(Records to process begins)

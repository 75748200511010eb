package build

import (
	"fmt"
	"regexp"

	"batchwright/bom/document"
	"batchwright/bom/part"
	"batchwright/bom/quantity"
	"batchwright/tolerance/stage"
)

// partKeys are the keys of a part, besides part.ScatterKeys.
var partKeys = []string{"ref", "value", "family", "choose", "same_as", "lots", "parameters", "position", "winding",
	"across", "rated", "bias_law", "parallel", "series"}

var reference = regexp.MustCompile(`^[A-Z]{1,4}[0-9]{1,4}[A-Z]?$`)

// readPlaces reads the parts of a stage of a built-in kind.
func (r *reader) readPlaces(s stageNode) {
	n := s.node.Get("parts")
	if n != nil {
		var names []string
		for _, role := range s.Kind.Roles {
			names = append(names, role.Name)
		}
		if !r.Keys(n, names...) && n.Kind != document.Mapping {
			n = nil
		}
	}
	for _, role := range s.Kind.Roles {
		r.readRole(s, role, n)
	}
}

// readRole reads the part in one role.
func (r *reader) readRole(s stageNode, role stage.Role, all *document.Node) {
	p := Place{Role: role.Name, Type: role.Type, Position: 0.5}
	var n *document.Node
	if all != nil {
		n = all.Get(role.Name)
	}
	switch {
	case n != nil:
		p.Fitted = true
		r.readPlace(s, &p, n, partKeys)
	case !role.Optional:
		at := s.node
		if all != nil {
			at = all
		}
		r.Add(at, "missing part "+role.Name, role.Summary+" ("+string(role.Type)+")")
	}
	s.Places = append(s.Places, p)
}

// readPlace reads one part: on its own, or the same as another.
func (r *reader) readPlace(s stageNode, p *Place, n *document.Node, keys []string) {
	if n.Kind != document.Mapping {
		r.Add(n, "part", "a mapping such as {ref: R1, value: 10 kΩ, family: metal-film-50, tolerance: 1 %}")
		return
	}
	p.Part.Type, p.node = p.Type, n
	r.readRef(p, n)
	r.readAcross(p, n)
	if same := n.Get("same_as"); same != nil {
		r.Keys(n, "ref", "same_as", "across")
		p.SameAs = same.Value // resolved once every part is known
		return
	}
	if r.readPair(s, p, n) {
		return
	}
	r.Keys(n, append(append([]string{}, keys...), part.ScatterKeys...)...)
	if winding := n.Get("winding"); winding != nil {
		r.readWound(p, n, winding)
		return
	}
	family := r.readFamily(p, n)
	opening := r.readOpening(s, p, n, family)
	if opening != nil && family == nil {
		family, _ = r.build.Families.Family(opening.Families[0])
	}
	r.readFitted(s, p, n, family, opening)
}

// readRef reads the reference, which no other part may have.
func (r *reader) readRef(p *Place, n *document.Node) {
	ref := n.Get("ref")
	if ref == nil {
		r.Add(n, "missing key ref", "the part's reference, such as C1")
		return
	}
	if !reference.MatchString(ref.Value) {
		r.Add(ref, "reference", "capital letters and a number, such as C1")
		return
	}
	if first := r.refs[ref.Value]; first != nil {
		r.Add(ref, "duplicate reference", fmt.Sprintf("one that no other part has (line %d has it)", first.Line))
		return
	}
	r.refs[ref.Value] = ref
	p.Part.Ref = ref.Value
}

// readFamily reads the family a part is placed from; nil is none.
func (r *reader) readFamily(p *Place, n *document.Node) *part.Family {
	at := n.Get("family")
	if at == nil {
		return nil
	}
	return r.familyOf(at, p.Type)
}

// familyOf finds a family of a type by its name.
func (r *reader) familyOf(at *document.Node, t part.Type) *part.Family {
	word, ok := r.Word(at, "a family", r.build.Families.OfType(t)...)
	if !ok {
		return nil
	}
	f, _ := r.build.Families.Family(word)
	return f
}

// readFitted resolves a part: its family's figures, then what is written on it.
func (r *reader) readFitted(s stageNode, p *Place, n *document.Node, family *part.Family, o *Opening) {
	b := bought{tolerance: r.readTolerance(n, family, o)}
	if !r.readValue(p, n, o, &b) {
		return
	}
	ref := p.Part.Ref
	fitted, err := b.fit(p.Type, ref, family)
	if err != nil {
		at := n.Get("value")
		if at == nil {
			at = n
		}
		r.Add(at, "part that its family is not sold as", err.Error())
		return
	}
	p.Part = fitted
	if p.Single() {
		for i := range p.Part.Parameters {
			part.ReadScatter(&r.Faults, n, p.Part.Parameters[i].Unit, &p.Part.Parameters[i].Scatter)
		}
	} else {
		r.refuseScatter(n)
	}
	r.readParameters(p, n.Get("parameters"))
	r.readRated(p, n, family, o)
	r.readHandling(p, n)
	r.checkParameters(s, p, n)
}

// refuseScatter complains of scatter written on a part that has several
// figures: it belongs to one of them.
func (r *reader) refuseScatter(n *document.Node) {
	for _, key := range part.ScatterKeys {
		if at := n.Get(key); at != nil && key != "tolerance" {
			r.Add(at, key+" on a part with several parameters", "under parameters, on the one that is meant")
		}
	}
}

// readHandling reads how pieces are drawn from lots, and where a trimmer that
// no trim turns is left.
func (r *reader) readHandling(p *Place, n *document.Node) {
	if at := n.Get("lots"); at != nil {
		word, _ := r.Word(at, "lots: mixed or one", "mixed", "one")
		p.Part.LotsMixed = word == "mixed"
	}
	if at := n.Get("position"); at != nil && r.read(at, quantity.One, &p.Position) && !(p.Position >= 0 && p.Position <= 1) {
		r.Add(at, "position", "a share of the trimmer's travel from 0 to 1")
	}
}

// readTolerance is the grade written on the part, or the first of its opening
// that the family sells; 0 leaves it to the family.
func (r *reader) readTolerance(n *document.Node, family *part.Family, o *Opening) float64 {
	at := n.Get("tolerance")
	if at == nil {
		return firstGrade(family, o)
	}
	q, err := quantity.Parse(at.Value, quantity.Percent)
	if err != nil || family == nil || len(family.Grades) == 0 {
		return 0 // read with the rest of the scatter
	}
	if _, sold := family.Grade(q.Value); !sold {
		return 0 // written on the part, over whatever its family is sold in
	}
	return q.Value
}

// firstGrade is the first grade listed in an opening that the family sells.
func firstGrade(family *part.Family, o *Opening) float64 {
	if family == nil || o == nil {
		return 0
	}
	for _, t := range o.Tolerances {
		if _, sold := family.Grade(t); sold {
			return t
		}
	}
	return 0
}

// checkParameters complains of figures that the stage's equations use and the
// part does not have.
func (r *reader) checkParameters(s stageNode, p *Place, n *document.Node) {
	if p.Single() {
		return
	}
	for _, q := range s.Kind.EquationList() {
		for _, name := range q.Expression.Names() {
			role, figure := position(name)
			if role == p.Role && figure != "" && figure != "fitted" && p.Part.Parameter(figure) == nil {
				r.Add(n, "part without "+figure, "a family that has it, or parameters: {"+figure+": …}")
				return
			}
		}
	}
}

(Records to process ends)

Exercise: Look through the records and give only the number of lines where the string "append" appears.

Expected answer: 3